**WORK TO COMPLETE:** Output all the records below, word for word.

**PROVIDED ENTRIES:**
@pytest.fixture(scope="module")
def drift_plan() -> dict:
    """Four local days, Fri 26 to Mon 29 March 2027, with recordings across the DST night."""
    days = [
        {"date": "2027-03-26", "park": _park("2027-03-26T19:00:00Z", "2027-03-26T19:15:00Z"),
         "recordings": [_recording("2027-03-26T20:10:00Z", "2027-03-26T21:40:00Z", 53.9, 57.2)],
         "skipped": [{**_span("2027-03-26T06:00:00Z", "2027-03-26T06:30:00Z"),
                      "l_bins": [80, 81], "reason": "outside windows"}],
         "tuning": None},
        # Starts 23:30 GMT on Saturday, ends 02:15 UTC = 03:15 BST on Sunday: crosses the change.
        {"date": "2027-03-27", "park": _park(),
         "recordings": [_recording("2027-03-27T23:30:00Z", "2027-03-28T02:15:00Z", 60.0, 75.0)],
         "skipped": [], "tuning": None},
        # 10:00-12:30 UTC = 11:00-13:30 BST: crosses local noon, so it spans two chart rows.
        {"date": "2027-03-28", "park": _park(),
         "recordings": [_recording("2027-03-28T10:00:00Z", "2027-03-28T12:30:00Z", 350.0, 8.0)],
         "skipped": [{**_span("2027-03-28T12:40:00Z", "2027-03-28T13:20:00Z"),
                      "l_bins": [10, 11], "reason": "sun"}],
         "tuning": None},
        {"date": "2027-03-29", "park": _park("2027-03-29T18:00:00Z", "2027-03-29T18:15:00Z"),
         "recordings": [_recording("2027-03-29T19:00:00Z", "2027-03-29T20:00:00Z", 120.0, 124.0)],
         "skipped": [], "tuning": None},
    ]
    wanted = [str(b) for b in list(range(50, 80)) + list(range(120, 130))]
    return {
        "schema": "hiplan.plan/1", "kind": "drift", "site": SITE,
        "period": {"start_utc": "2027-03-26T00:00:00Z", "end_utc": "2027-03-29T23:00:00Z",
                   "start_local": "2027-03-26T00:00:00+00:00",
                   "end_local": "2027-03-30T00:00:00+01:00", "days": 4},
        "settings": {"b_max_deg": 3.0, "bin_width_deg": 1.0, "want": [[50, 80], [120, 130]],
                     "target_minutes": 60.0, "target_rms_k": None, "night_only": False,
                     "windows": ["Mon–Fri 19:00–23:30", "Sat 21:00-02:00"],
                     "max_reparks_per_day": 1, "repark_minutes": 15, "sun_min_sep_deg": 20.0,
                     "lsr_definition": "standard", "rotation_model": "iau1985",
                     "alarm_minutes": 15},
        "days": days,
        "summary": {
            "wanted_bins": len(wanted), "done_before": 3, "done_after": 21,
            "depth_before_min": {k: (70.0 if int(k) < 53 else 10.0) for k in wanted},
            "depth_after_min": {k: (70.0 if int(k) < 70 else 35.0) for k in wanted},
            "gaps": [{"l_range": "70–79", "bins": list(range(70, 80)),
                      "reason": "not enough time this period"}],
        },
    }


@pytest.fixture(scope="module")
def survey_plan() -> dict:
    """An invented one-night survey: three targets, a reference, slews, one step across l = 0."""
    rows = [  # kind, name, start, end, l, b, alt start, alt end
        ("target", "G120+0", "2027-03-26T21:00:00Z", "2027-03-26T21:20:00Z",
         120.0, 0.0, 60.0, 61.0),
        ("slew", "slew", "2027-03-26T21:20:00Z", "2027-03-26T21:23:00Z", None, None, 61.0, 45.0),
        ("reference", "REF-off", "2027-03-26T21:23:00Z", "2027-03-26T21:33:00Z",
         140.0, 20.0, 45.0, 46.0),
        ("slew", "slew", "2027-03-26T21:33:00Z", "2027-03-26T21:37:00Z", None, None, 46.0, 30.0),
        ("target", "G10+0", "2027-03-26T21:37:00Z", "2027-03-26T21:57:00Z", 10.0, 0.0, 30.0, 32.0),
        ("slew", "slew", "2027-03-26T21:57:00Z", "2027-03-26T22:00:00Z", None, None, 32.0, 35.0),
        ("target", "G350+0", "2027-03-26T22:00:00Z", "2027-03-26T22:20:00Z",
         350.0, 0.0, 35.0, 33.0),
    ]
    blocks = []
    for kind, name, t0, t1, l_deg, b_deg, a0, a1 in rows:
        block = {"kind": kind, "name": name, **_span(t0, t1), "alt_start_deg": a0,
                 "alt_end_deg": a1, "az_start_deg": 180.0, "az_end_deg": 181.0}
        if l_deg is not None:
            block.update({"l_deg": l_deg, "b_deg": b_deg, "ra_deg": 0.0, "dec_deg": 0.0,
                          "sun_sep_min_deg": 90.0, "lsr_corr_min_kms": 1.0,
                          "lsr_corr_max_kms": 1.2, "tuning": {"centre_mhz": 1420.4}})
        else:
            block.update({"l_deg": None, "b_deg": None, "tuning": None})
        blocks.append(block)
    return {
        "schema": "hiplan.survey/1", "kind": "survey", "site": SITE,
        "period": {"start_utc": "2027-03-26T18:00:00Z", "end_utc": "2027-03-27T06:00:00Z",
                   "start_local": "2027-03-26T18:00:00+00:00",
                   "end_local": "2027-03-27T06:00:00+00:00", "days": 1},
        "settings": {"night_only": False, "windows": [], "sun_min_sep_deg": 25.0,
                     "moon_min_sep_deg": 5.0, "alarm_minutes": 15,
                     "lsr_definition": "standard"},
        "blocks": blocks,
        "unscheduled": [{"name": "G300+0", "reason": "never rises above the elevation limit"}],
    }


def _check_saves(fig: Figure, tmp_path, stem: str) -> None:
    png, svg = tmp_path / f"{stem}.png", tmp_path / f"{stem}.svg"
    fig.savefig(png, dpi=80)
    fig.savefig(svg)
    assert png.read_bytes()[:8] == PNG_MAGIC
    text = svg.read_text(encoding="utf-8")
    assert "<svg" in text and len(text) > 1000


def _check_labels_and_legend(fig: Figure) -> None:
    labels = [lab for ax in fig.axes for lab in (ax.get_xlabel(), ax.get_ylabel()) if lab]
    with_units = [lab for lab in labels if UNITS.search(lab)]
    assert len(with_units) >= 2, labels  # both data axes of the main plot carry units
    legends = list(fig.legends) + [ax.get_legend() for ax in fig.axes if ax.get_legend()]
    assert legends and all(leg.get_texts() for leg in legends)


def _patches(fig: Figure, prefix: str) -> list:
    """Extents (x0, y0, x1, y1) of the rectangles with this gid: single patches, or the paths
    of a collection (the month chart draws each kind of rectangle as one collection)."""
    out = [p.get_extents().transformed(p.axes.transData.inverted()).extents
           for ax in fig.axes for p in ax.patches if (p.get_gid() or "").startswith(prefix)]
    out += [path.get_extents().extents for ax in fig.axes for c in ax.collections
            if (c.get_gid() or "").startswith(prefix) for path in c.get_paths()]
    return out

**SOLUTION FOR THIS EXERCISE:**
@pytest.fixture(scope="module")
def drift_plan() -> dict:
    """Four local days, Fri 26 to Mon 29 March 2027, with recordings across the DST night."""
    days = [
        {"date": "2027-03-26", "park": _park("2027-03-26T19:00:00Z", "2027-03-26T19:15:00Z"),
         "recordings": [_recording("2027-03-26T20:10:00Z", "2027-03-26T21:40:00Z", 53.9, 57.2)],
         "skipped": [{**_span("2027-03-26T06:00:00Z", "2027-03-26T06:30:00Z"),
                      "l_bins": [80, 81], "reason": "outside windows"}],
         "tuning": None},
        # Starts 23:30 GMT on Saturday, ends 02:15 UTC = 03:15 BST on Sunday: crosses the change.
        {"date": "2027-03-27", "park": _park(),
         "recordings": [_recording("2027-03-27T23:30:00Z", "2027-03-28T02:15:00Z", 60.0, 75.0)],
         "skipped": [], "tuning": None},
        # 10:00-12:30 UTC = 11:00-13:30 BST: crosses local noon, so it spans two chart rows.
        {"date": "2027-03-28", "park": _park(),
         "recordings": [_recording("2027-03-28T10:00:00Z", "2027-03-28T12:30:00Z", 350.0, 8.0)],
         "skipped": [{**_span("2027-03-28T12:40:00Z", "2027-03-28T13:20:00Z"),
                      "l_bins": [10, 11], "reason": "sun"}],
         "tuning": None},
        {"date": "2027-03-29", "park": _park("2027-03-29T18:00:00Z", "2027-03-29T18:15:00Z"),
         "recordings": [_recording("2027-03-29T19:00:00Z", "2027-03-29T20:00:00Z", 120.0, 124.0)],
         "skipped": [], "tuning": None},
    ]
    wanted = [str(b) for b in list(range(50, 80)) + list(range(120, 130))]
    return {
        "schema": "hiplan.plan/1", "kind": "drift", "site": SITE,
        "period": {"start_utc": "2027-03-26T00:00:00Z", "end_utc": "2027-03-29T23:00:00Z",
                   "start_local": "2027-03-26T00:00:00+00:00",
                   "end_local": "2027-03-30T00:00:00+01:00", "days": 4},
        "settings": {"b_max_deg": 3.0, "bin_width_deg": 1.0, "want": [[50, 80], [120, 130]],
                     "target_minutes": 60.0, "target_rms_k": None, "night_only": False,
                     "windows": ["Mon–Fri 19:00–23:30", "Sat 21:00-02:00"],
                     "max_reparks_per_day": 1, "repark_minutes": 15, "sun_min_sep_deg": 20.0,
                     "lsr_definition": "standard", "rotation_model": "iau1985",
                     "alarm_minutes": 15},
        "days": days,
        "summary": {
            "wanted_bins": len(wanted), "done_before": 3, "done_after": 21,
            "depth_before_min": {k: (70.0 if int(k) < 53 else 10.0) for k in wanted},
            "depth_after_min": {k: (70.0 if int(k) < 70 else 35.0) for k in wanted},
            "gaps": [{"l_range": "70–79", "bins": list(range(70, 80)),
                      "reason": "not enough time this period"}],
        },
    }


@pytest.fixture(scope="module")
def survey_plan() -> dict:
    """An invented one-night survey: three targets, a reference, slews, one step across l = 0."""
    rows = [  # kind, name, start, end, l, b, alt start, alt end
        ("target", "G120+0", "2027-03-26T21:00:00Z", "2027-03-26T21:20:00Z",
         120.0, 0.0, 60.0, 61.0),
        ("slew", "slew", "2027-03-26T21:20:00Z", "2027-03-26T21:23:00Z", None, None, 61.0, 45.0),
        ("reference", "REF-off", "2027-03-26T21:23:00Z", "2027-03-26T21:33:00Z",
         140.0, 20.0, 45.0, 46.0),
        ("slew", "slew", "2027-03-26T21:33:00Z", "2027-03-26T21:37:00Z", None, None, 46.0, 30.0),
        ("target", "G10+0", "2027-03-26T21:37:00Z", "2027-03-26T21:57:00Z", 10.0, 0.0, 30.0, 32.0),
        ("slew", "slew", "2027-03-26T21:57:00Z", "2027-03-26T22:00:00Z", None, None, 32.0, 35.0),
        ("target", "G350+0", "2027-03-26T22:00:00Z", "2027-03-26T22:20:00Z",
         350.0, 0.0, 35.0, 33.0),
    ]
    blocks = []
    for kind, name, t0, t1, l_deg, b_deg, a0, a1 in rows:
        block = {"kind": kind, "name": name, **_span(t0, t1), "alt_start_deg": a0,
                 "alt_end_deg": a1, "az_start_deg": 180.0, "az_end_deg": 181.0}
        if l_deg is not None:
            block.update({"l_deg": l_deg, "b_deg": b_deg, "ra_deg": 0.0, "dec_deg": 0.0,
                          "sun_sep_min_deg": 90.0, "lsr_corr_min_kms": 1.0,
                          "lsr_corr_max_kms": 1.2, "tuning": {"centre_mhz": 1420.4}})
        else:
            block.update({"l_deg": None, "b_deg": None, "tuning": None})
        blocks.append(block)
    return {
        "schema": "hiplan.survey/1", "kind": "survey", "site": SITE,
        "period": {"start_utc": "2027-03-26T18:00:00Z", "end_utc": "2027-03-27T06:00:00Z",
                   "start_local": "2027-03-26T18:00:00+00:00",
                   "end_local": "2027-03-27T06:00:00+00:00", "days": 1},
        "settings": {"night_only": False, "windows": [], "sun_min_sep_deg": 25.0,
                     "moon_min_sep_deg": 5.0, "alarm_minutes": 15,
                     "lsr_definition": "standard"},
        "blocks": blocks,
        "unscheduled": [{"name": "G300+0", "reason": "never rises above the elevation limit"}],
    }


def _check_saves(fig: Figure, tmp_path, stem: str) -> None:
    png, svg = tmp_path / f"{stem}.png", tmp_path / f"{stem}.svg"
    fig.savefig(png, dpi=80)
    fig.savefig(svg)
    assert png.read_bytes()[:8] == PNG_MAGIC
    text = svg.read_text(encoding="utf-8")
    assert "<svg" in text and len(text) > 1000


def _check_labels_and_legend(fig: Figure) -> None:
    labels = [lab for ax in fig.axes for lab in (ax.get_xlabel(), ax.get_ylabel()) if lab]
    with_units = [lab for lab in labels if UNITS.search(lab)]
    assert len(with_units) >= 2, labels  # both data axes of the main plot carry units
    legends = list(fig.legends) + [ax.get_legend() for ax in fig.axes if ax.get_legend()]
    assert legends and all(leg.get_texts() for leg in legends)


def _patches(fig: Figure, prefix: str) -> list:
    """Extents (x0, y0, x1, y1) of the rectangles with this gid: single patches, or the paths
    of a collection (the month chart draws each kind of rectangle as one collection)."""
    out = [p.get_extents().transformed(p.axes.transData.inverted()).extents
           for ax in fig.axes for p in ax.patches if (p.get_gid() or "").startswith(prefix)]
    out += [path.get_extents().extents for ax in fig.axes for c in ax.collections
            if (c.get_gid() or "").startswith(prefix) for path in c.get_paths()]
    return out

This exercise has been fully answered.